There is one point, however, that I don’t think has been made strongly enough: and that’s that events such as these are a consequence of climate change. While it is fashionable for climate change deniers to mock those pointing to the increasing frequency and severity of snowstorms, cold snaps, hurricanes and torrential rainfall events as evidence for ‘global warming’; implying that climate science proponents try to take everything as evidence of ‘global warming’, the fact is that the term ‘global warming’ was retired and replaced with ‘climate change’ because the thesis isn’t just that the planet will get warmer.

That’s part of it, but the events — snowfall and what not — being pointed to are not climate; they are weather. The relationship between climate and weather is a lot like the relationship between mathematics and arithmetic — indistinguishable if you don’t understand them, but fundamentally of a different order. Weather, like arithmetic, is by and large small, trivial, unarguable stuff — stuff which is more or less self-evident. It rained this much last week; 2+2=4 — whereas climate, and mathematics, are bigger, more open-ended and by definition less quantifiable. Mistaking ‘weather’ for ‘climate’ is an immensely useful rhetorical device, and one which I believe has not been sufficiently well guarded-against by those whose task it is to argue the climate change case. But even though it may not have been made clear to the degree necessary for broad public and political comprehension, this distinction is well understood by those working in the field and anyone who cares to acquaint themselves even scarcely with the material. And fundamentally the take-away is this: climate change caused by the increased quantity of greenhouse gases in the atmosphere, to the extent that it takes place, will have unpredictable flow-on effects such as increased frequency and severity of severe weather events, and not just heat waves and droughts such as ‘warming’ would suggest.

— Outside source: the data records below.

/**
 * The spacing statistics in a mask window.
 * - L-function with the translation correction in an irregular mask: against R's spatstat, Lest(X,
 *   correction = "translate"), computed once by scripts/reference/mask_spatstat.R and written beside this
 *   test (spatstat-mask.json, with its versions). spatstat tabulates the set covariance by FFT on its pixel
 *   grid and looks it up there, the project interpolates the exact covariance of the pixel squares: the two
 *   agree to 0.1 % of L here.
 * - In a mask that is the whole rectangle, the L-function equals the rectangle's (derived: its set covariance
 *   is (W − |dx|)(H − |dy|), and the area W·H).
 * - Clark–Evans in a mask: Donnelly's edge-corrected expectation and variance with the mask's area A and
 *   perimeter P (Donnelly 1978; docs/check-values.md, pub, memory), with the mean nearest-neighbour distance
 *   found by brute force here (derived).
 */
import { readFileSync } from 'node:fs';
import { describe, expect, it } from 'vitest';
import { maskGeometry } from '../../../src/core/mask/geometry';
import { maskCovariance, setCovariance } from '../../../src/core/mask/covariance';
import { lFunction, lRadii } from '../../../src/core/stats/lfunction';
import { clarkEvans } from '../../../src/core/stats/pattern';

const ref = JSON.parse(readFileSync(new URL('./spatstat-mask.json', import.meta.url), 'utf8')) as {
  width: number; height: number; mask: string[]; areaPx2: number; x: number[]; y: number[]; r: number[]; Ltrans: number[];
};

function refMask() {
  const { width: W, height: H } = ref;
  const m = new Uint8Array(W * H);
  ref.mask.forEach((row, y) => {
    for (let x = 0; x < W; x++) m[y * W + x] = row[x] === '1' ? 1 : 0;
  });
  return maskGeometry(m, W, H, { x0: 0, y0: 0, x1: W, y1: H });
}

function refPoints(): Float64Array {
  const p = new Float64Array(2 * ref.x.length);
  ref.x.forEach((v, i) => ((p[2 * i] = v), (p[2 * i + 1] = ref.y[i]!)));
  return p;
}

describe('spacing statistics in a mask', () => {
  it('L(r) with the translation correction agrees with spatstat in an irregular mask with a hole', () => {
    const g = refMask();
    expect(g.area).toBe(ref.areaPx2);
    // spatstat's r starts at 0; the project's radii are (k + 1)·Δ.
    const radii = Float64Array.from(ref.r.slice(1));
    const L = lFunction(refPoints(), g.bbox, radii, setCovariance(g.pixels, ref.height, 22));
    for (let k = 0; k < radii.length; k++) {
      const ours = L[k]! + radii[k]!;
      const theirs = ref.Ltrans[k + 1]!;
      expect(Math.abs(ours - theirs)).toBeLessThan(Math.max(0.002, 1e-3 * theirs));
    }
  });

  it('in a mask that is the whole field, L(r) is the rectangle\'s', () => {
    const W = 90;
    const H = 70;
    const g = maskGeometry(new Uint8Array(W * H).fill(1), W, H, { x0: 0, y0: 0, x1: W, y1: H });
    let s = 11;
    const rnd = () => ((s = (s * 16807) % 2147483647) / 2147483647);
    const pts = Float64Array.from({ length: 240 }, (_, i) => (i % 2 ? H : W) * rnd());
    const radii = lRadii(120, g.bbox);
    const masked = lFunction(pts, g.bbox, radii, maskCovariance(g, radii[radii.length - 1]!));
    const plain = lFunction(pts, { x0: 0, y0: 0, x1: W, y1: H }, radii);
    for (let k = 0; k < radii.length; k++) expect(masked[k]).toBeCloseTo(plain[k]!, 9);
  });

  it('Clark–Evans in a mask uses its area and perimeter in Donnelly\'s correction', () => {
    const g = refMask();
    const pts = refPoints();
    const n = pts.length / 2;
    let sum = 0;
    for (let i = 0; i < n; i++) {
      let best = Infinity;
      for (let j = 0; j < n; j++) if (j !== i) best = Math.min(best, Math.hypot(pts[2 * j]! - pts[2 * i]!, pts[2 * j + 1]! - pts[2 * i + 1]!));
      sum += best;
    }
    const mean = sum / n;
    const A = g.area;
    const P = g.perimeter;
    const expected = 0.5 * Math.sqrt(A / n) + (0.0514 + 0.041 / Math.sqrt(n)) * (P / n);
    const sd = Math.sqrt(0.0703 * (A / (n * n)) + 0.037 * P * Math.sqrt(A / n ** 5));
    const ce = clarkEvans(pts, g.bbox, undefined, { area: A, perimeter: P });
    expect(ce.meanDistance).toBeCloseTo(mean, 10);
    expect(ce.R).toBeCloseTo(mean / (0.5 * Math.sqrt(A / n)), 10);
    expect(ce.Rcorrected).toBeCloseTo(mean / expected, 10);
    expect(ce.se).toBeCloseTo(sd / expected, 10);
  });
});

The XKCD comic above (of which some years ago, my wife bought me the t-shirt) shows the Cosmic Microwave Background radiation spectrum. This has nothing much to do with climate change, but it is a famous proof of the scientific method: a near-perfect agreement between theory and actuality which is pretty fundamental to our understanding of a bunch of stuff. Science’s only defence; the only thing which gives it any importance or makes it any use at all, is that it works. When properly applied, it predicts actual events. The Queensland floods, as well as other such events, are happening as predicted, and anyone who tells you otherwise is either ignorant, or having you on, or both. In Andrew Bolt‘s case, it’s both. Queenslanders — and others similarly impacted by such events — need neither.